— А ты?
Он, кажется, принялся вытряхивать пыль с головы и плеч. В темноте ничего не было видно, но в пятнышке лучей от догорающего в коридоре разлитого масла я обнаружила тень от корзины в его руке.
— Самое ценное удалось спасти, — сказал он. — Мятные пластинки на завтрак, обед, ужин — так себе рацион. Хочешь?
Я моргнула. Дикий ужас распался на пиксели, несмотря на то, что дыхание никак восстановить не удавалось.
— У тебя есть время подумать, — сказал Роберт. Мягко отстранил меня и выглянул на искорёженный будто после землетрясения тоннель. — Интересно, через сколько времени эта занимательная механика вернёт всё в нормальное положение?
— Почему ты думаешь, что вернёт? — мой голос дрожал.
— Как минимум, двоим уже проломило голову. Но мы вошли не в катакомбы, а в пыльный тоннель. Значит, будет обратный отсчёт.
— И правда.
Масло на плитах погасло, мы остались в полной темноте. Из невидимого колодца возле нас потянуло сквозняком. Роберт завозился, щёлкнул чем-то. К моему удивлению, в его руке зажёгся светодиодный фонарь. Роберт поднял на меня глаза с тем видом, будто просто вкрутил обратно пробки в саду на даче.
— Магия, — заявил он удовлетворённо.
В это мгновение благодаря его юмору показалось, что всё в порядке, а мои ощущения — лишь сдавшие окончательно нервы. Лембит посветил по стенам крошечного пятачка, на котором мы стояли, провёл лучом по гладко отшлифованному потолку, затем вниз, в колодец. Это была лестница. Довольно крутая, без перил, но с тщательно выложенными блоками-ступенями.
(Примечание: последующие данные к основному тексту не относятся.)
"""Plausibility at the boundary: every percentage, ratio and rate of the workbook has a
hard range (outside: refused) and a usual range (outside: the run goes on and warns on
the console, in summary.json and in plan.xlsx), kept in one table of the schema with
its source."""

from __future__ import annotations

import json
import subprocess
import sys
from pathlib import Path

import pytest
from openpyxl import load_workbook

from helpers import minimal_sheets, set_value, workbook_bytes, write_workbook
from reagentplan import schema
from reagentplan.balance import balance_frame
from reagentplan.errors import ScenarioError
from reagentplan.scenario import load_scenario

ROOT = Path(__file__).resolve().parents[1]


def warnings_of(sheets) -> list[str]:
    return [str(w) for w in load_scenario(workbook_bytes(sheets)).warnings]


def test_the_tests_station_has_no_warnings(sheets):
    assert warnings_of(sheets) == []


def test_a_fraction_typed_for_a_percentage_warns_and_asks(sheets):
    """0.97 where 97 was meant: the balance then buys almost no limestone."""
    set_value(sheets, "scrubber", "removal_pct", None, 0.97)
    scn = load_scenario(workbook_bytes(sheets))
    [w] = scn.warnings
    text = str(w)
    assert text.startswith("sheet 'scrubber', row 2, column 'value (removal_pct)': 0.97 %")
    assert "usual range 90 to 99.5 %" in text and "did you mean 97 %?" in text
    assert "common practice" in text
    # what the warning is for: 1 % of the scrubber's limestone
    right = balance_frame(load_scenario(workbook_bytes(minimal_sheets())))["limestone_t"].sum()
    assert balance_frame(scn)["limestone_t"].sum() < 0.02 * right


@pytest.mark.parametrize("sheet, key, column, value, place, expect", [
    ("scrubber", "limestone_caco3_pct", None, 0.94 * 100 - 30, "value (limestone_caco3_pct)", "85 to 99 %"),
    ("scrubber", "gypsum_moisture_pct", None, 0.1, "value (gypsum_moisture_pct)", "did you mean 10 %?"),
    ("plant", "so2_conversion_pct", None, 0.95, "value (so2_conversion_pct)", "did you mean 95 %?"),
    ("coal_sources", 0, "sulfur_pct", 7.5, "column 'sulfur_pct'", "0.2 to 6 %"),
    ("coal_sources", 0, "ash_pct", 55, "column 'ash_pct'", "3 to 40 %"),
    ("coal_sources", 0, "hhv_mj_per_kg", 36, "column 'hhv_mj_per_kg'", "8 to 33 MJ/kg"),
    ("units", 0, "heat_rate_gj_per_mwh", 15, "column 'heat_rate_gj_per_mwh'", "8.5 to 13 GJ/MWh"),
    ("buyers", 0, "min_purity_pct", 0.94, "column 'min_purity_pct'", "did you mean 94 %?"),
    ("buyers", 1, "max_loi_pct", 0.06, "column 'max_loi_pct'", "did you mean 6 %?"),
])
def test_unusual_values_name_the_place_and_the_usual_range(sheets, sheet, key, column, value, place,
                                                            expect):
    set_value(sheets, sheet, key, column, value)
    found = warnings_of(sheets)
    hits = [w for w in found if f"sheet '{sheet}'" in w and place in w]
    assert len(hits) == 1, found
    assert expect in hits[0]


def test_no_fraction_hint_where_small_percentages_are_usual(sheets):
    """Sulfur's usual range starts at 0.2 %: 0.05 % is unusual but not a fraction."""
    set_value(sheets, "coal_sources", 0, "sulfur_pct", 0.05)
    [w] = warnings_of(sheets)
    assert "0.2 to 6 %" in w and "did you mean" not in w


def test_hard_ranges_still_refuse(sheets):
    set_value(sheets, "scrubber", "removal_pct", None, 101)
    set_value(sheets, "coal_sources", 0, "hhv_mj_per_kg", 45)
    with pytest.raises(ScenarioError) as info:
        load_scenario(workbook_bytes(sheets))
    text = info.value.report()
    assert "value (removal_pct)': found 101; expected a number from 0 to 100" in text
    assert "column 'hhv_mj_per_kg': found 45; expected a number from 5 to 40" in text


def test_the_boiler_sets_the_usual_ca_s_ratio(sheets):
    """Cross-field: wet scrubber 1.0-1.1, fluidised bed 1.5-3.5 (common practice, no source)."""
    set_value(sheets, "scrubber", "ca_s_ratio", None, 2.5)
    [w] = warnings_of(sheets)
    assert "1 to 1.1 mol/mol (Ca/S ratio for a pulverised-coal boiler" in w
    cfb = minimal_sheets()
    set_value(cfb, "plant", "boiler", None, "cfb")
    cfb["storage"] = [r for r in cfb["storage"] if r[0] != "gypsum"]
    cfb["buyers"] = [r for r in cfb["buyers"] if r[1] != "gypsum"]
    cfb["disposal"] = [r for r in cfb["disposal"] if r[1] != "gypsum"]
    set_value(cfb, "scrubber", "ca_s_ratio", None, 2.5)
    set_value(cfb, "scrubber", "removal_pct", None, 92)
    assert warnings_of(cfb) == []
    set_value(cfb, "scrubber", "ca_s_ratio", None, 1.03)
    [w] = warnings_of(cfb)
    assert "1.5 to 3.5 mol/mol (Ca/S ratio for a fluidised bed)" in w


def test_period_settings_and_history_get_the_same_checks(sheets):
    import datetime as dt

    from helpers import START

    sheets["period_settings"] = [["first_date", "last_date", "key", "value"],
                                 [START, START + dt.timedelta(days=2), "oxidation_pct", 0.9]]
    sheets["coal_quality_history"] = [["date", "source", "sulfur_pct", "ash_pct", "hhv_mj_per_kg"],
                                      [START - dt.timedelta(days=3), "Coal A", 2.1, 10, 25],
                                      [START - dt.timedelta(days=2), "Coal A", 2.0, 60, 25]]
    found = warnings_of(sheets)
    assert any(w.startswith("sheet 'period_settings', row 2, column 'value': 0.9 % for oxidation_pct")
               and "did you mean 90 %?" in w for w in found), found
    assert any(w.startswith("sheet 'coal_quality_history', row 3, column 'ash_pct': 60 %")
               for w in found), found


def test_us_customary_values_are_checked_after_conversion(sheets):
    """16,000 Btu/lb is 37.2 MJ/kg (NIST SP 811 factors through pint): above anthracite."""
    for i, row in enumerate(sheets["coal_sources"]):
        row[4] = "hhv_btu_per_lb" if i == 0 else (16000 if i == 1 else row[4] / 0.002326)
    [w] = warnings_of(sheets)
    assert "column 'hhv_btu_per_lb': 37.216 MJ/kg" in w


# --------------------------------------------------------------------------- the table


def _number_fields():
    for sheet in schema.SHEETS:
        for f in sheet.fields:
            if f.kind in ("number", "integer"):
                yield sheet, f


def test_every_percentage_and_ratio_has_a_range_with_a_source():
    kinds = ("AP-42", "ASTM", "CFR", "common practice", "from memory")
    for sheet, f in _number_fields():
        if f.unit in ("%", "mol/mol", "ppm", "% S") or f.name.endswith(("_pct", "_ratio", "_ppm")):
            rng = f.plausible
            assert rng is not None, f"{sheet.name}.{f.name} has no plausibility range"
    for key, rng in schema.PLAUSIBLE.items():
        assert any(k in rng.source for k in kinds), key
        lo, hi = rng.hard
        for a, b in (rng.usual,) + tuple(r for _, r in rng.by_boiler):
            assert (lo is None or lo <= a) and a <= b and (hi is None or b <= hi), key


def test_the_table_and_the_fields_agree_on_hard_limits():
    """A field's own lo/hi, where it states them, is the table's hard range."""
    for sheet, f in _number_fields():
        if f.plausible is not None and (f.lo is not None or f.hi is not None):
            assert (f.lo, f.hi) == tuple(f.plausible.hard), f"{sheet.name}.{f.name}"


def test_every_row_of_the_table_is_used():
    used = {f.range_key or f.name for _, f in _number_fields()}
    assert set(schema.PLAUSIBLE) <= used


# --------------------------------------------------------------------------- where warnings go


def test_warnings_reach_the_console_summary_and_workbook(tmp_path):
    s = minimal_sheets()
    set_value(s, "scrubber", "removal_pct", None, 0.97)
    path = write_workbook(s, tmp_path / "fraction.xlsx")
    r = subprocess.run([sys.executable, "-m", "reagentplan", "check", str(path)],
                       capture_output=True, text=True, timeout=120, cwd=ROOT)
    assert r.returncode == 0 and "1 unusual value" in r.stdout and "did you mean 97 %?" in r.stdout
    out = tmp_path / "out"
    r = subprocess.run([sys.executable, "-m", "reagentplan", "plan", str(path), "--out", str(out),
                        "--futures", "0", "--time-limit", "20"],
                       capture_output=True, text=True, timeout=300, cwd=ROOT)
    assert r.returncode in (0, 1), r.stderr
    assert "did you mean 97 %?" in r.stderr
    summary = json.loads((out / "summary.json").read_text())
    [w] = summary["warnings"]
    assert w["sheet"] == "scrubber" and w["row"] == 2 and w["column"] == "value (removal_pct)"
    assert w["hint"].startswith("did you mean 97 %?") and w["usual"].startswith("90 to 99.5 %")
    ws = load_workbook(out / "plan.xlsx", read_only=True)["Assumptions"]
    cells = [str(c) for row in ws.iter_rows(values_only=True) for c in row if c is not None]
    assert "Warnings: unusual inputs" in cells
    assert any("did you mean 97 %?" in c for c in cells)


def test_a_sound_plan_has_an_empty_warning_list(tmp_path, minimal_path):
    from reagentplan.cli import main

    out = tmp_path / "out"
    assert main(["plan", str(minimal_path), "--out", str(out), "--futures", "0",
                 "--time-limit", "20"]) in (0, 1)
    assert json.loads((out / "summary.json").read_text())["warnings"] == []


def test_the_dashboard_upload_names_the_unusual_values():
    import base64

    from reagentplan.dashboard.callbacks import parse_upload

    s = minimal_sheets()
    set_value(s, "scrubber", "removal_pct", None, 0.97)
    url = "data:application/octet-stream;base64," + base64.b64encode(workbook_bytes(s)).decode()
    scenario, message, ok = parse_upload({"filename": "fraction.xlsx", "contents": url})
    assert ok and scenario.warnings
    assert "1 value is unusual" in message and "did you mean 97 %?" in message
Голова моя закружилась, и опираясь на стену, я медленно опустилась на пол.
— Тебе плохо? — Роберт склонился надо мной.
— Просто… надо посидеть.
Он быстро стянул с себя поло, протянул мне.
— Тогда на этом. Камни холодные.
— Спасибо. Дашь мне минутку?
— Сколько угодно.
Я прикрыла глаза. Услышала, что Роберт разместился рядом. Представилось, что он сидит, присогнув колени, перехватив одной рукой запястье другой. Приоткрыла веки: он так и сидел на самом деле. «Третий глаз», говорите? — с холодком по спине усмехнулась я, обращаясь неизвестно к кому. Хотелось быть безапелляционно скептичной и приземлённой, как Лембит. Но по телу волнами накатывала дрожь и почему-то вспомнился папа: он тоже говорил об «умении видеть» как о возможности, доступной только продвинутым, танцующим дервишам, шейхам в пустыне, Хайяму. А ведь он сам ничем не обладал, был обычным романтиком, мечтателем с задумчивой улыбкой, который не вынес жизни без любви…
Дыхание Роберта рядом успокаивало, не позволяло захлебнуться в эмоциях. Я выдохнула и посмотрела на него с благодарностью.